(RECORDS TO USE)

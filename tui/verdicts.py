"""How a verdict reads in the terminal: a word and a glyph that say it without
colour, and an Okabe & Ito hue (2008) that says it at a glance."""

from __future__ import annotations

from rich.text import Text

# bluish green, orange, vermillion: the same hues the report uses for the verdict; on a
# light background the same hues darkened (about 5:1 contrast on white, WCAG 2.1 AA)
STYLE = {"qualified": "bold #009E73", "marginal": "bold #E69F00", "not-qualified": "bold #D55E00"}
STYLE_ON_LIGHT = {"qualified": "bold #00664A", "marginal": "bold #8A5A00", "not-qualified": "bold #A33C00"}
GLYPH = {"qualified": "✓", "marginal": "≈", "not-qualified": "✗"}
WORD = {"qualified": "QUALIFIED", "marginal": "MARGINAL", "not-qualified": "NOT QUALIFIED"}


def verdict_text(verdict: str, big: bool = False, light: bool = False) -> Text:
    word = WORD.get(verdict, verdict.upper())
    label = f"{GLYPH.get(verdict, '?')} {'VERDICT: ' if big else ''}{word}"
    return Text(label, style=(STYLE_ON_LIGHT if light else STYLE).get(verdict, "bold"))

(End RECORDS TO USE)

■ WORK INSTRUCTIONS: Please copy out each line of the data in which the word "that" occurs.

■ TASK ANSWER:
"""How a verdict reads in the terminal: a word and a glyph that say it without
colour, and an Okabe & Ito hue (2008) that says it at a glance."""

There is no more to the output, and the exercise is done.